- _Task to complete_
Wherever a line of the listing holds the string "Show", copy that line.

- _Dataset records_
════════════════

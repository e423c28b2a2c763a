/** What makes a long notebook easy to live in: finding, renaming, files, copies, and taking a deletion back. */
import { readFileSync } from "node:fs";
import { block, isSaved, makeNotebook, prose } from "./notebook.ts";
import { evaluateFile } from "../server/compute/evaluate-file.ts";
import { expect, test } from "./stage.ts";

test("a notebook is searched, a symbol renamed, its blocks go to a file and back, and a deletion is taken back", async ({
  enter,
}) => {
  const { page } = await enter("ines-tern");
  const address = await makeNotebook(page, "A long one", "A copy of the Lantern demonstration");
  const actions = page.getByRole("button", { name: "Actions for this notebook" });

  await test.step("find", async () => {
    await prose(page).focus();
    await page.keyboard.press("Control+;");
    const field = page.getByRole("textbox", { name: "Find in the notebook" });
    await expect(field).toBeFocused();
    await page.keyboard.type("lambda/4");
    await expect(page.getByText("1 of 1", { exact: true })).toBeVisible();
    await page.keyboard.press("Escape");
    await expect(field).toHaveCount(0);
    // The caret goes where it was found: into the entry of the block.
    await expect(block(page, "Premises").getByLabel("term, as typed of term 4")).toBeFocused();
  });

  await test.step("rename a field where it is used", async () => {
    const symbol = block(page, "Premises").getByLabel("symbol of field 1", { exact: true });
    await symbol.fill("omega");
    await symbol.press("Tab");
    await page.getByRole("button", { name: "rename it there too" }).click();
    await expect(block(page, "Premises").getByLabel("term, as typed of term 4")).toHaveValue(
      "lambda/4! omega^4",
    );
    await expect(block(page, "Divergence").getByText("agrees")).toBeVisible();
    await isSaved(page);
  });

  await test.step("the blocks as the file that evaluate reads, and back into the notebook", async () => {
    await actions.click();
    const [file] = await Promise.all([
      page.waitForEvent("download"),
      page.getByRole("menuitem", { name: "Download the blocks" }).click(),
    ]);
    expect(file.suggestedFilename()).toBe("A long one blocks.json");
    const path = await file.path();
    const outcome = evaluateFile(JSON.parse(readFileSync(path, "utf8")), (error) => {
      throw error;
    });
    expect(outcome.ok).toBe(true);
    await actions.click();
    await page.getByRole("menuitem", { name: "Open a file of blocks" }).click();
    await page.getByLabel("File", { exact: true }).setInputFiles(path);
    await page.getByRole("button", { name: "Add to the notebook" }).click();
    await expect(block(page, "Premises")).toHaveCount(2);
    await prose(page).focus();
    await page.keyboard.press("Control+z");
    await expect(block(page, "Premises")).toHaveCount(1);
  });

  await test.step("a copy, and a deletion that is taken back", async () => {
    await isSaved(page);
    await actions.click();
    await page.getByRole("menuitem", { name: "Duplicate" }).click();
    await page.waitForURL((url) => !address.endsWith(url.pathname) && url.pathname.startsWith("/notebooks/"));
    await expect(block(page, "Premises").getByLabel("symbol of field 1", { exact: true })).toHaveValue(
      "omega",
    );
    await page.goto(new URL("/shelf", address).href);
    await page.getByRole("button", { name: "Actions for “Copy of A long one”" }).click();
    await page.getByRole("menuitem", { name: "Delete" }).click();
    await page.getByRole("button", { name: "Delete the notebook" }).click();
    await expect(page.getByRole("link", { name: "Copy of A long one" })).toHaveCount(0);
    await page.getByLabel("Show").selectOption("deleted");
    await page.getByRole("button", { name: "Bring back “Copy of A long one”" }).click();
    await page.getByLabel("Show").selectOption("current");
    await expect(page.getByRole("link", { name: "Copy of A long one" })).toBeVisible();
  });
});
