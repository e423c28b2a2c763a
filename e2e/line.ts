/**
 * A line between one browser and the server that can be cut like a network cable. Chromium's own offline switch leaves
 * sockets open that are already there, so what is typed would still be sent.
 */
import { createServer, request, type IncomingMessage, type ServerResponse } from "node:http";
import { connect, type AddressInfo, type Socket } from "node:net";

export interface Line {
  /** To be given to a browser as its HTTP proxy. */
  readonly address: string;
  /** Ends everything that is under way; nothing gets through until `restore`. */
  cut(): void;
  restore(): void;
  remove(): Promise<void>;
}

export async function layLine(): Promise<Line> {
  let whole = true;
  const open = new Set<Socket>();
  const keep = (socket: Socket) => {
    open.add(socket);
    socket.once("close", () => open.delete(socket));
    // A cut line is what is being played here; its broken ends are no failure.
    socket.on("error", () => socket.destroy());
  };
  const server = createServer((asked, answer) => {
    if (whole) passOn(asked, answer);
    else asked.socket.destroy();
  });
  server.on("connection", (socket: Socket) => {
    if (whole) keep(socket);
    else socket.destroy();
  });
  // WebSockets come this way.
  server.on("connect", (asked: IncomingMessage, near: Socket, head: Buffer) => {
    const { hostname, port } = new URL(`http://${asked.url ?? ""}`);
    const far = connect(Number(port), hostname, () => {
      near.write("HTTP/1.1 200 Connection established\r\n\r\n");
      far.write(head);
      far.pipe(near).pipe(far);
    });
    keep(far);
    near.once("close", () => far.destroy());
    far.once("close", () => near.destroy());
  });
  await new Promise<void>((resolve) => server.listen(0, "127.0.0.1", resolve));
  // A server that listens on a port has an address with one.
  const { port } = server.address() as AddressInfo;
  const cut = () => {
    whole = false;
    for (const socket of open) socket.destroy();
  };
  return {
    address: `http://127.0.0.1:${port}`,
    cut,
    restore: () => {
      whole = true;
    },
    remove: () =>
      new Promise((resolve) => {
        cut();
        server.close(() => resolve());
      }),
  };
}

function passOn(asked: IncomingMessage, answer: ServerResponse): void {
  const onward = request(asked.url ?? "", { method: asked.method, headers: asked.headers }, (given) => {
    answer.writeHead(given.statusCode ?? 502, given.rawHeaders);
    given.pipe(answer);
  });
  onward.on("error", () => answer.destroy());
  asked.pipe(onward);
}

════════════════

- _Your response_
    await page.getByLabel("Show").selectOption("deleted");
    await page.getByLabel("Show").selectOption("current");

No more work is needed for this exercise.